AIM OF THE EXERCISE
Retype, without any change, the first line of the records and every line after it through the one containing "from hypothesis import strategies as st".

EXTRACTED ENTRIES
##########

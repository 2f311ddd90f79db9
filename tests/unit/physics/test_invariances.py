"""Property tests (hypothesis): what must hold for every rigid body, whatever the numbers.

* rigid motion x ↦ R x + t: mass unchanged, centre of mass moves to R c + t, inertia R I Rᵀ;
* face order and the starting corner of each face do not matter;
* scaling lengths by s: mass ∝ s³, centre of mass ∝ s, inertia ∝ s⁵;
* shells add: two disjoint boxes are the sum of the two; a void subtracts;
* a reflection turns the surface inside-out: refused, never a negative mass.

These invariances follow from the definition of the moments (any mechanics text); the
handbook box tensor m(b² + c²)/12 ... is from memory.
"""

from __future__ import annotations

import numpy as np
import pytest
from hypothesis import HealthCheck, given, settings
from hypothesis import strategies as st

from meshprops import InvalidMeshError, measure_mesh, mesh_from_arrays
from meshprops.geometry import shapes
from meshprops.physics.mass import parallel_axis_term
from meshprops.physics.moments import integrate_chunks

SETTINGS = settings(max_examples=25, deadline=None, suppress_health_check=[HealthCheck.too_slow])
DENSITY = 1000.0

# An asymmetric closed part (L-shaped bracket plus a boss) and a small tilted torus.
BRACKET = shapes.merge(
    shapes.extrusion([(1.0, 1.0), (1.0, 4.0), (0.0, 4.0), (0.0, 0.0), (3.0, 0.0), (3.0, 1.0)], 2.0, 0.5),
    shapes.box((1.0, 0.75, 1.25), (5.0, 2.5, 1.125)),
)
TORUS = shapes.torus(2.0, 0.6, 16, 8, (0.5, -0.3, 0.2))
PARTS = {"bracket": BRACKET, "torus": TORUS}


def _measure(vertices, faces):
    return measure_mesh(mesh_from_arrays(vertices, faces), density=DENSITY).properties


BASE = {name: _measure(*mesh) for name, mesh in PARTS.items()}


def _rotation(quaternion):
    w, x, y, z = np.asarray(quaternion) / np.linalg.norm(quaternion)
    return np.array(
        [
            [1 - 2 * (y * y + z * z), 2 * (x * y - z * w), 2 * (x * z + y * w)],
            [2 * (x * y + z * w), 1 - 2 * (x * x + z * z), 2 * (y * z - x * w)],
            [2 * (x * z - y * w), 2 * (y * z + x * w), 1 - 2 * (x * x + y * y)],
        ]
    )


def _close(actual, expected, rtol, scale=None):
    """|actual − expected| <= rtol · scale, the scale defaulting to the largest expected entry."""
    expected = np.asarray(expected, dtype=np.float64)
    scale = np.abs(expected).max() if scale is None else scale
    np.testing.assert_allclose(actual, expected, rtol=0, atol=rtol * scale)


quaternions = st.tuples(*[st.floats(-1.0, 1.0) for _ in range(4)]).filter(lambda q: np.linalg.norm(q) > 0.1)
translations = st.tuples(*[st.floats(-100.0, 100.0) for _ in range(3)])
part_names = st.sampled_from(sorted(PARTS))


@SETTINGS
@given(name=part_names, quaternion=quaternions, translation=translations)
def test_rigid_motion(name, quaternion, translation):
    vertices, faces = PARTS[name]
    base = BASE[name]
    rotation, shift = _rotation(quaternion), np.array(translation)
    moved = _measure(vertices @ rotation.T + shift, faces)
    assert moved.mass == pytest.approx(base.mass, rel=1e-12)
    np.testing.assert_allclose(moved.center_of_mass, rotation @ base.center_of_mass + shift, rtol=0, atol=1e-11 * 100)
    _close(moved.inertia_about_com, rotation @ base.inertia_about_com @ rotation.T, 1e-11)


@SETTINGS
@given(name=part_names, data=st.data())
def test_face_order_and_starting_corner(name, data):
    vertices, faces = PARTS[name]
    order = data.draw(st.permutations(range(len(faces))))
    shifts = data.draw(st.lists(st.integers(0, 2), min_size=len(faces), max_size=len(faces)))
    shuffled = faces[np.array(order)]
    rolled = np.array([np.roll(face, shift) for face, shift in zip(shuffled, shifts)])  # same winding
    again = _measure(vertices, rolled)
    base = BASE[name]
    assert again.mass == pytest.approx(base.mass, rel=1e-13)
    _close(again.center_of_mass, base.center_of_mass, 1e-13, scale=5.0)
    _close(again.inertia_about_com, base.inertia_about_com, 1e-12)


@SETTINGS
@given(name=part_names, scale=st.floats(1e-3, 1e3))
def test_scaling(name, scale):
    vertices, faces = PARTS[name]
    base = BASE[name]
    scaled = _measure(vertices * scale, faces)
    assert scaled.mass == pytest.approx(base.mass * scale**3, rel=1e-12)
    _close(scaled.center_of_mass, base.center_of_mass * scale, 1e-12, scale=5.0 * scale)
    _close(scaled.inertia_about_com, base.inertia_about_com * scale**5, 1e-11)


def _box_properties(size, center):
    # Handbook box about its centroid: I = m diag(b² + c², a² + c², a² + b²)/12 (from memory).
    a, b, c = size
    mass = DENSITY * a * b * c
    return mass, np.asarray(center, float), mass * np.diag([b * b + c * c, a * a + c * c, a * a + b * b]) / 12.0


sizes = st.tuples(*[st.floats(0.05, 3.0) for _ in range(3)])


@SETTINGS
@given(first=sizes, second=sizes, gap=st.floats(0.01, 5.0), lift=translations)
def test_two_disjoint_boxes_add_up(first, second, gap, lift):
    first_center = np.array([0.0, 0.0, 0.0]) + np.array(lift) * 0.01
    second_center = first_center + [first[0] / 2 + gap + second[0] / 2, 0.3, -0.2]
    merged = _measure(*shapes.merge(shapes.box(first, first_center), shapes.box(second, second_center)))
    m1, c1, i1 = _box_properties(first, first_center)
    m2, c2, i2 = _box_properties(second, second_center)
    center = (m1 * c1 + m2 * c2) / (m1 + m2)
    tensor = i1 + parallel_axis_term(m1, c1 - center) + i2 + parallel_axis_term(m2, c2 - center)
    assert merged.mass == pytest.approx(m1 + m2, rel=1e-12)
    _close(merged.center_of_mass, center, 1e-12, scale=10.0)
    _close(merged.inertia_about_com, tensor, 1e-11)


@SETTINGS
@given(
    outer=sizes,
    fractions=st.tuples(*[st.floats(0.1, 0.9) for _ in range(3)]),
    where=st.tuples(*[st.floats(-1, 1) for _ in range(3)]),
)
def test_a_void_subtracts(outer, fractions, where):
    inner = tuple(o * f for o, f in zip(outer, fractions))
    # Place the void anywhere strictly inside the outer box.
    slack = np.array([(o - i) / 2 * 0.9 for o, i in zip(outer, inner)])
    void_center = slack * np.array(where)
    hollow = _measure(*shapes.merge(shapes.box(outer), shapes.box(inner, void_center, inward=True)))
    m1, c1, i1 = _box_properties(outer, (0.0, 0.0, 0.0))
    m2, c2, i2 = _box_properties(inner, void_center)
    mass = m1 - m2
    center = (m1 * c1 - m2 * c2) / mass
    tensor = i1 + parallel_axis_term(m1, c1 - center) - i2 - parallel_axis_term(m2, c2 - center)
    assert hollow.mass == pytest.approx(mass, rel=1e-11)
    _close(hollow.center_of_mass, center, 1e-11, scale=max(outer))
    _close(hollow.inertia_about_com, tensor, 1e-10)


@SETTINGS
@given(name=part_names, axis=st.integers(0, 2))
def test_a_reflection_is_inside_out_and_refused_until_the_faces_are_flipped(name, axis):
    vertices, faces = PARTS[name]
    mirror = np.eye(3)
    mirror[axis, axis] = -1.0
    reflected = vertices @ mirror
    with pytest.raises(InvalidMeshError, match="inside_out"):
        measure_mesh(mesh_from_arrays(reflected, faces), density=DENSITY)
    report = measure_mesh(mesh_from_arrays(reflected, faces), density=DENSITY, on_invalid="report")
    assert report.properties is None  # no numbers at all, so certainly no negative mass
    flipped = _measure(reflected, faces[:, ::-1])
    base = BASE[name]
    assert flipped.mass == pytest.approx(base.mass, rel=1e-13)
    _close(flipped.inertia_about_com, mirror @ base.inertia_about_com @ mirror, 1e-12)


@SETTINGS
@given(name=part_names, chunk_faces=st.integers(1, 200))
def test_chunk_size_does_not_matter(name, chunk_faces):
    mesh = mesh_from_arrays(*PARTS[name])
    whole = integrate_chunks(mesh.triangle_chunks())
    chunked = integrate_chunks(mesh.triangle_chunks(chunk_faces=chunk_faces))
    assert chunked.volume == pytest.approx(whole.volume, rel=1e-13)
    _close(chunked.shifted_to(whole.origin).second, whole.second, 1e-12)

##########

ANSWER SECTION
repository 2f311ddd90f79db9
filename tests/unit/physics/test_invariances.py
"""Property tests (hypothesis): what must hold for every rigid body, whatever the numbers.

* rigid motion x ↦ R x + t: mass unchanged, centre of mass moves to R c + t, inertia R I Rᵀ;
* face order and the starting corner of each face do not matter;
* scaling lengths by s: mass ∝ s³, centre of mass ∝ s, inertia ∝ s⁵;
* shells add: two disjoint boxes are the sum of the two; a void subtracts;
* a reflection turns the surface inside-out: refused, never a negative mass.

These invariances follow from the definition of the moments (any mechanics text); the
handbook box tensor m(b² + c²)/12 ... is from memory.
"""

from __future__ import annotations

import numpy as np
import pytest
from hypothesis import HealthCheck, given, settings
from hypothesis import strategies as st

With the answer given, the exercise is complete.